The pdf version is supposed to be free.

chrisvia
08-11-2017, 10:33 AM
It's from twentieth-century American literature, but I suggest Alexander Theroux's Darconville's Cat.

Also, these two books--The Anatomy of Melancholy and Religio Medici--are among my all-time most enjoyable experiences. I read Burton's masterwork as my 2017 kick-off.

Gerardo 7 Reyes
08-13-2017, 09:52 PM
M. A. Screech's english translation of Michel de Montaigne's essays may meet such criteria... I hope.

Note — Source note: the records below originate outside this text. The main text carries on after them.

// Who may see an attached photo follows what owns it, and only the owning feature knows that.
// Media knows no feature: each feature registers its scopes here at start-up (see
// ../media-scopes.ts, which the app, the seed and the tests call before anything else), e.g.
//
//   media.registerScope('listing', { audienceFor: (viewer, listingId, context) => … });
//
// and then passes its scope name to media.setPhotos / listFor / deleteFor. A check answers
// 'public' (anyone; may be kept by shared caches), 'restricted' (this viewer only; private
// caching) or null (not visible: the photo answers 404).
import type { Context } from '../context';
import type { MediaRow } from './schema';

/** The name a feature gives the things its photos belong to ('tank', 'listing', …). */
export type MediaScope = string;

export type MediaAudience = 'public' | 'restricted';

/** Who is asking, as the app resolved them (`locals.user`); media itself needs only the id. */
export interface MediaViewer {
	id: string;
	role: string;
}

export interface ScopeAccess {
	/** Who may see the photos of one thing of this scope. */
	audienceFor(viewer: MediaViewer | null, scopeId: number, context?: Context): Promise<MediaAudience | null>;
}

const scopes = new Map<MediaScope, ScopeAccess>();

/** Registers the visibility check of a scope. Registering the same check again does nothing; another feature's claim on a taken scope is a mistake. */
export function registerScope(scope: MediaScope, access: ScopeAccess): void {
	const known = scopes.get(scope);
	if (known && known !== access) throw new Error(`The photo scope '${scope}' is registered twice.`);
	scopes.set(scope, access);
}

/** For writes: a photo attached to a scope nobody registered could never be seen again. */
export function requireScope(scope: MediaScope): void {
	if (!scopes.has(scope))
		throw new Error(`The photo scope '${scope}' is not registered: call registerMediaScopes() (src/lib/server/media-scopes.ts) at start-up.`);
}

/**
 * Whether `viewer` may see this photo, and how it may be cached. A pending upload is its owner's
 * alone; a photo whose scope has no registered check is seen by nobody.
 */
export async function audienceFor(
	viewer: MediaViewer | null,
	row: Pick<MediaRow, 'ownerId' | 'scope' | 'scopeId'>,
	context: Context = {}
): Promise<MediaAudience | null> {
	if (row.scope === null || row.scopeId === null) return viewer?.id === row.ownerId ? 'restricted' : null;
	const access = scopes.get(row.scope);
	return access ? access.audienceFor(viewer, row.scopeId, context) : null;
}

Check Penguin Classics' edition:
Michel de Montaigne
Essays
Translated by M. A. Screech

EmptySeraph
08-16-2017, 10:33 AM
It's the translation precisely that have conferred Montaigne a hue of esotericism? You mean the style which the translator has attributed to his writings is bordering on the arcane? That's very interesting, I'll check this translation.

Alvin Pepler
08-26-2017, 05:13 PM
"Esoteric"? You want to read German Idealists, especially Schelling's firs few pages of his "Philosophical Investigations into the Essence of Human Freedom".

JBI
08-26-2017, 11:49 PM
Ge Hong's work, or Tao Huangjing's work, both ancient Chinese masters of esoteric. Though be warned, their stuff is weird.